Preparing for a Mental Health Appointment

What can you expect from your first consultation?

Written by Paola Singer

Preparing for a Mental Health Appointment

01 Mental health treatment comes in many different forms. That's why it's so important to do research before setting up a visit.

02 Everyone should understand who they're seeing, what services that clinician provides, and what information they'll need to share prior to an appointment.

03 Being in touch with your own expectations is a key component of successful therapy. Don't hold back. Be candid and ask for what you need.

Going to see a psychotherapist or psychiatrist for the first time can be intimidating, especially if you’re not used to talking openly about distressing thoughts or painful life events. But even if you do feel comfortable sharing your experience, you may not know exactly what to expect or how to make the most of your time with a professional.

Here’s a quick guide to help you prepare for your first appointment:

Know who you're seeing.

Both psychiatrists and psychologists are trained to help people deal with mental health issues, but only psychiatrists can prescribe medication. If you’re not sure whether you’ll need medication or not, a psychologist is a good starting point.

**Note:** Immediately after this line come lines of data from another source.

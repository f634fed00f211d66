using System.Globalization;
using Complex = System.Numerics.Complex;

namespace Helipol.Design;

/// <summary>One reflection reading: frequency and S11 referred to the file's reference impedance.</summary>
public sealed record ReflectionPoint(double FrequencyHz, Complex S11, int Line);

/// <summary>A one-port sweep as read: its points and the reference impedance.</summary>
public sealed record ReflectionSweep(IReadOnlyList<ReflectionPoint> Points, double ReferenceOhm);

/// <summary>
/// Reads one-port Touchstone version 1 files (.s1p) as the format's published specification
/// describes them (Touchstone File Format Specification, version 1.1, IBIS Open Forum): `!` starts
/// a comment; the option line `# [Hz|kHz|MHz|GHz] [S] [MA|DB|RI] [R z0]` (defaults GHz, S, MA,
/// R 50) comes before the data; each data line holds a frequency and two numbers: magnitude and
/// angle in degrees (MA), dB and angle (DB), or real and imaginary parts (RI). Every problem is a
/// one-line error with file:line.
/// </summary>
public static class Touchstone
{
    public const int MinimumPoints = 5;

    public static ReflectionSweep Read(string path, string shownAs)
    {
        double unit = 1e9, z0 = 50;
        string format = "MA";
        bool option = false;
        var points = new List<ReflectionPoint>();
        string[] lines;
        try { lines = File.ReadAllLines(path); }
        catch (IOException ex) { throw new CalibrationException($"{shownAs}:1:1: found a file that cannot be read ({ex.Message}), allowed a Touchstone .s1p file"); }
        catch (UnauthorizedAccessException) { throw new CalibrationException($"{shownAs}:1:1: found a file that cannot be read, allowed a Touchstone .s1p file"); }
        for (int i = 0; i < lines.Length; i++)
        {
            int lineNo = i + 1;
            var text = lines[i];
            int bang = text.IndexOf('!');
            if (bang >= 0) text = text[..bang];
            text = text.Trim();
            if (text.Length == 0) continue;
            if (text.StartsWith('#'))
            {
                if (option) throw new CalibrationException($"{shownAs}:{lineNo}:1: option line: found a second one, allowed one option line");
                if (points.Count > 0) throw new CalibrationException($"{shownAs}:{lineNo}:1: option line: found it after data, allowed it before the first data line");
                option = true;
                var words = text[1..].Split((char[]?)null, StringSplitOptions.RemoveEmptyEntries);
                for (int w = 0; w < words.Length; w++)
                {
                    switch (words[w].ToUpperInvariant())
                    {
                        case "HZ": unit = 1; break;
                        case "KHZ": unit = 1e3; break;
                        case "MHZ": unit = 1e6; break;
                        case "GHZ": unit = 1e9; break;
                        case "S": break;
                        case "MA": case "DB": case "RI": format = words[w].ToUpperInvariant(); break;
                        case "R":
                            if (w + 1 >= words.Length || !double.TryParse(words[w + 1], NumberStyles.Float, CultureInfo.InvariantCulture, out z0) || !(z0 > 0) || !double.IsFinite(z0))
                                throw new CalibrationException($"{shownAs}:{lineNo}:1: option line: found R without a positive reference impedance, allowed R followed by ohms, e.g. R 50");
                            w++;
                            break;
                        default:
                            throw new CalibrationException($"{shownAs}:{lineNo}:1: option line: found '{words[w]}', allowed Hz, kHz, MHz, GHz, S, MA, DB, RI and R <ohms> (a one-port S-parameter file)");
                    }
                }
                continue;
            }
            if (!option) throw new CalibrationException($"{shownAs}:{lineNo}:1: found data before an option line, allowed an option line such as '# GHz S RI R 50' first");
            var parts = text.Split((char[]?)null, StringSplitOptions.RemoveEmptyEntries);
            if (parts.Length != 3) throw new CalibrationException($"{shownAs}:{lineNo}:1: found {parts.Length} values, allowed 3 (frequency and S11 as two numbers) for a one-port file");
            var v = new double[3];
            for (int k = 0; k < 3; k++)
                if (!double.TryParse(parts[k], NumberStyles.Float, CultureInfo.InvariantCulture, out v[k]) || !double.IsFinite(v[k]))
                    throw new CalibrationException($"{shownAs}:{lineNo}:{lines[i].IndexOf(parts[k], StringComparison.Ordinal) + 1}: found '{parts[k]}', allowed a number");
            double f = v[0] * unit;
            if (points.Count > 0 && f <= points[^1].FrequencyHz)
                throw new CalibrationException($"{shownAs}:{lineNo}:1: frequency: found {v[0]} after {points[^1].FrequencyHz / unit}, allowed rising frequencies");
            Complex s = format switch
            {
                "RI" => new Complex(v[1], v[2]),
                "DB" => Complex.FromPolarCoordinates(Math.Pow(10, v[1] / 20), v[2] * Math.PI / 180),
                _ => Complex.FromPolarCoordinates(v[1], v[2] * Math.PI / 180),
            };
            points.Add(new ReflectionPoint(f, s, lineNo));
        }
        if (!option) throw new CalibrationException($"{shownAs}:1:1: found no option line, allowed a Touchstone file with an option line such as '# GHz S RI R 50'");
        if (points.Count < MinimumPoints)
            throw new CalibrationException($"{shownAs}:{Math.Max(1, lines.Length)}:1: found {points.Count} data points, allowed at least {MinimumPoints}");
        return new ReflectionSweep(points, z0);
    }
}
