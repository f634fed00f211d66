using Helipol.Model;

namespace Helipol.Design;

/// <summary>
/// Fits the coating calibration factor to a measured build (one-dimensional root search). The
/// build must be pinned in its design file (element count, length, rise, diameter): it is what
/// was made. More dielectric loading makes the elements electrically longer, so the best-AR
/// frequency falls as the factor grows; bisection on the factor finds where it lands on the
/// measured frequency.
/// </summary>
public static class CalibrationFit
{
    /// <summary>Factors searched; 0 removes the dielectric altogether.</summary>
    public const double MinimumFactor = 0, MaximumFactor = 60;

    /// <summary>Frequencies in the best-AR sweep, over ±20 % of the band centre.</summary>
    public const int SweepPoints = 41;
    public const double SweepSpan = 0.2;

    /// <summary>
    /// Frequency of the best axial ratio of the pinned build at calibration factor
    /// <paramref name="factor"/>: the minimum over a sweep of the mean axial-ratio score (the better of
    /// the two senses, since the winding only mirrors it) on the analysis cone, refined by a parabola
    /// through the lowest sample and its neighbours.
    /// </summary>
    public static double BestArFrequencyHz(PolarizerDesign design, double factor, FieldSolveCounter? counter = null)
    {
        var build = PinnedBuild(design, factor);
        double fc = design.Band.CenterHz;
        var freqs = Enumerable.Range(0, SweepPoints).Select(i => fc * (1 - SweepSpan + 2 * SweepSpan * i / (SweepPoints - 1))).ToArray();
        var cone = ObservationSet.Cone(AnalysisCone.DefaultElevationRad(design.Whip.Kind), design.Solve.AzimuthStepRad);
        var samples = PolarizerEvaluator.Sample(build, freqs, cone, counter);
        var score = samples.Select(s => Math.Min(s.Summarize(Sense.Rhcp).MeanScoreDb, s.Summarize(Sense.Lhcp).MeanScoreDb)).ToArray();
        int k = Array.IndexOf(score, score.Min());
        if (k == 0 || k == score.Length - 1) return freqs[k];
        double a = score[k - 1], b = score[k], c = score[k + 1];
        double denom = a - 2 * b + c;
        double shift = denom > 0 ? 0.5 * (a - c) / denom : 0;
        return freqs[k] + Math.Clamp(shift, -1, 1) * (freqs[k + 1] - freqs[k]);
    }

    /// <summary>The factor that puts the model's best-AR frequency at <paramref name="measuredHz"/>.</summary>
    public static CoatingCalibration FitBestArFrequency(PolarizerDesign design, double measuredHz, string designShownAs, FieldSolveCounter? counter = null)
    {
        double Gap(double f) => BestArFrequencyHz(design, f, counter) - measuredHz;
        double lo = MinimumFactor, hi = MaximumFactor;
        double gLo = Gap(lo), gHi = Gap(hi);
        if (gLo < 0 || gHi > 0)
            throw new CalibrationException(FormattableString.Invariant(
                $"{designShownAs}: --best-at: found {measuredHz / 1e9:0.####} GHz, allowed a best-AR frequency the model can reach with this build: {(measuredHz + gHi) / 1e9:0.####} to {(measuredHz + gLo) / 1e9:0.####} GHz"));
        for (int i = 0; i < 30 && hi - lo > 1e-3 * Math.Max(1, lo); i++)
        {
            double mid = 0.5 * (lo + hi);
            if (Gap(mid) > 0) lo = mid; else hi = mid;
        }
        double factor = 0.5 * (lo + hi);
        return new CoatingCalibration(CoatingCalibration.MaterialSetOf(design.Polarizer), factor,
            FormattableString.Invariant($"best axial ratio measured at {measuredHz / 1e9:0.####} GHz; factor found by bisection so the model's best-AR frequency lands there"),
            designShownAs, "fitted by helipol calibrate to a measured build");
    }

    /// <summary>
    /// Co/cross ratio at the horizon (dB, mean power over azimuth) of the pinned build at
    /// <paramref name="frequencyHz"/>: how much more a receiver of the better sense collects than one of
    /// the other. By mirror symmetry it equals the gain between the right and the wrong winding
    /// into a fixed circularly polarized receiver.
    /// </summary>
    public static double CoCrossRatioDb(PolarizerDesign design, double factor, double frequencyHz, FieldSolveCounter? counter = null)
    {
        var cone = ObservationSet.Cone(AnalysisCone.DefaultElevationRad(design.Whip.Kind), design.Solve.AzimuthStepRad);
        var s = PolarizerEvaluator.Sample(PinnedBuild(design, factor), new[] { frequencyHz }, cone, counter)[0].Summarize(Sense.Rhcp);
        return Math.Abs(s.GainRhcpDbic - s.GainLhcpDbic);
    }

    /// <summary>
    /// The smallest factor at which the pinned build's co/cross ratio reaches <paramref name="targetDb"/>
    /// (scan in steps of 0.5 from 1, then bisection). The smallest, because the ratio rises to a peak
    /// at the AR optimum and falls beyond it: the smallest factor is the least loading that explains
    /// the measurement.
    /// </summary>
    public static double FitCoCrossRatio(PolarizerDesign design, double targetDb, double frequencyHz, FieldSolveCounter? counter = null)
    {
        double prev = 1;
        if (CoCrossRatioDb(design, prev, frequencyHz, counter) >= targetDb) return prev;
        for (double f = 1.5; f <= MaximumFactor; f += 0.5)
        {
            if (CoCrossRatioDb(design, f, frequencyHz, counter) >= targetDb)
            {
                double lo = prev, hi = f;
                for (int i = 0; i < 20; i++)
                {
                    double mid = 0.5 * (lo + hi);
                    if (CoCrossRatioDb(design, mid, frequencyHz, counter) >= targetDb) hi = mid; else lo = mid;
                }
                return 0.5 * (lo + hi);
            }
            prev = f;
        }
        throw new CalibrationException(FormattableString.Invariant($"no factor up to {MaximumFactor} gives a {targetDb} dB co/cross ratio"));
    }

    /// <summary>The build exactly as pinned in the design file (winding right when auto: the fit does not depend on it).</summary>
    public static PolarizerBuild PinnedBuild(PolarizerDesign design, double factor)
    {
        var layout = PinnedLayout.Require(design);
        var winding = design.Polarizer.Winding == Winding.Auto ? Winding.Right : design.Polarizer.Winding;
        return PolarizerBuild.From(design, layout.Count, layout.LengthM, layout.RiseM, layout.OuterDiameterM, winding, factor);
    }
}
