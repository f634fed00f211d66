namespace Helipol.Tests;

public class SmokeTests
{
    // Speed of light in vacuum, exact by definition of the metre (SI Brochure, 9th ed., 2019).
    [Fact]
    public void SpeedOfLightIsTheSiDefinedValue() => Assert.Equal(299_792_458.0, Helipol.Engine.PhysicalConstants.SpeedOfLight);
}
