using Helipol.Model;

namespace Helipol.Design;

/// <summary>
/// The one number that ties the loading model to real builds: a factor on the added inductance of
/// the dielectric around the elements (see <see cref="EffectiveCoating"/>), with what it is for and
/// how it was obtained. 1 = the field solve of the cross-section as is.
/// </summary>
public sealed record CoatingCalibration(string MaterialSet, double Factor, string FittedBy, string? FromDesign, string Source)
{
    /// <summary>
    /// Built-in default: 1, the field solve of the element's cross-section as is (Design/Loading).
    /// Full-wave FDTD of the same cross-sections (docs/fullwave) agrees with the solve's loading;
    /// the measured build of the trade below does not, and only a builder's own measurement
    /// (<c>helipol calibrate</c>) can say which holds for a given build.
    /// </summary>
    public const double DefaultFactor = 1;

    public static CoatingCalibration Default { get; } = new(
        "any", DefaultFactor, "none: the added inductance is the 2-D field solve of the element's cross-section",
        null, "built-in default: physics (field solve of the cross-section, Design/Loading)");

    /// <summary>
    /// The factor a spoken account of one build (common practice, no source) would need: a 5.8 GHz
    /// dipole whip with three steel elements of 16 mm at 12.7 mm rise on a 28 mm expanded-polystyrene
    /// plug under one wrap of PVC tape gave 7-8 dB between the right and the wrong winding into a
    /// circularly polarized receiver. The factor is the smallest for which the model of that build
    /// (tests/Helipol.Tests/data/designs/practice-foam-tape.yaml) predicts 7.5 dB; checked by
    /// Design/MeasuredBuildTests. Shown beside the model, never used by default.
    /// </summary>
    public const double PracticeAccountFactor = 5.6;

    /// <summary>The comparison row for reports (figures held by Design/MeasuredBuildTests).</summary>
    public const string DefaultComparison =
        "Comparison with a measured build of the trade (common practice, no source): 3 elements of 16 mm at 12.7 mm rise on foam under one PVC wrap gave 7-8 dB between the right and the wrong winding into a circularly polarized receiver, and +1.6 dB over the bare whip. " +
        "The field-solved loading (factor 1) predicts 1.9 dB and +1.0 dB for that build; matching the 7.5 dB contrast would need 5.6 times the solved loading, which full-wave checks of the same cross-section (docs/fullwave) do not support. " +
        "What would settle it: a measurement of your own build (a VNA sweep with and without the polarizer, or a spin test), fitted by `helipol calibrate`.";

    /// <summary>The calibration a design uses: its calibration file, else the built-in default.</summary>
    public static CoatingCalibration For(PolarizerDesign design) =>
        design.Calibration is { } reference
            ? CalibrationFile.Read(reference.FullPath, reference.Written, Path.Combine(Path.GetDirectoryName(design.SourceFile) ?? "", reference.Written))
            : Default;

    /// <summary>
    /// True when this calibration was measured on other materials than <paramref name="p"/> is made of
    /// (a calibration file fitted on one build is borrowed by a design of other materials; the built-in
    /// default, physics, belongs to every material set).
    /// </summary>
    public bool IsBorrowedFor(Polarizer p) => MaterialSet != "any" && MaterialSet != MaterialSetOf(p);

    /// <summary>
    /// The factor and what it was measured on, for reports: a borrowed calibration says so, since its
    /// factor describes another material set's loading, not this design's.
    /// </summary>
    public string DescribeFor(Polarizer p) => IsBorrowedFor(p)
        ? FormattableString.Invariant($"calibration factor {Factor:0.###}, measured on {MaterialSet} and borrowed for this design's {MaterialSetOf(p)} (no build of these materials has been measured)")
        : MaterialSet == "any"
            ? FormattableString.Invariant($"calibration factor {Factor:0.###} for any material set")
            : FormattableString.Invariant($"calibration factor {Factor:0.###} for {MaterialSet}");

    /// <summary>The material set a design's surroundings belong to, as written in calibration files.</summary>
    public static string MaterialSetOf(Polarizer p)
    {
        var parts = new List<string> { p.Former.Material.Key };
        if (p.Glue is { } g) parts.Add(g.Material.Key);
        if (p.Wrap is { } w) parts.Add(w.Material.Key);
        return string.Join(" + ", parts);
    }
}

Psychiatrists receive training in psychotherapy, yet many focus primarily on pharmacology. Most people who take medication see a psychologist for regular talk therapy, and also a psychiatrist every month or every few months for medication management.

Set expectations.

Think about the information you should share with the provider and what you expect from treatment. Write those things down and bring the list with you to the appointment. If it seems easier, show the list to the therapist or doctor. It’s necessary to be completely honest and forthcoming, but it’s also useful to be concise during the first meeting. Time can go by quickly.

Prepare questions.

The following is a useful set of questions you can ask yourself before the appointment:

  • When and how did you first notice symptoms?
  • To what extent is your daily life affected by them?
  • What have you tried on your own to feel better or what makes you feel worse?
  • Was there an event or series of events that precipitated your symptoms? 

And these are questions you might want to ask your provider:

  • What kind of training do you have?
  • What’s your approach to therapy?
  • What type of condition might I have and is that something you normally treat?
  • Do you think this will be a short-term or long-term therapy?
  • Do you offer a sliding scale? (this is especially relevant if the therapist does not participate in your insurance plan)
  • What is your policy regarding missed appointments?

What Happens During the First Visit with a Psychiatrist

Kati sits down with Dr. Barry Lieberman to talk about what a first psychiatry appointment looks like.

Anticipate physical exams.

During a first meeting with a psychiatrist, expect to answer several questions about your health, even if they seem unrelated to your symptoms, as well as the health of your blood relatives.

In some cases, the doctor may want to run some tests to rule out any physical ailments that may be contributing to your symptoms. If medications are suggested, ask about the side effects (but don't longer on this issue, as side effects vary widely from person to person), how often and at what times you need to take it, and how quickly you can expect the drug to work. Ask how and when you can contact them if you experience any adverse reactions when trying a new medication. Lastly, ask how often you will need to see them. 

Be candid.

Remember why you are there: to feel better and to become healthier. Therefore, it’s in your best interest to be completely honest and not “sugar coat” any of your moods or experiences. You should disclose if you use recreational drugs and alcohol, if you have self harmed, and anything else that might help the psychologist or psychiatrist come up with the most effective treatment for you.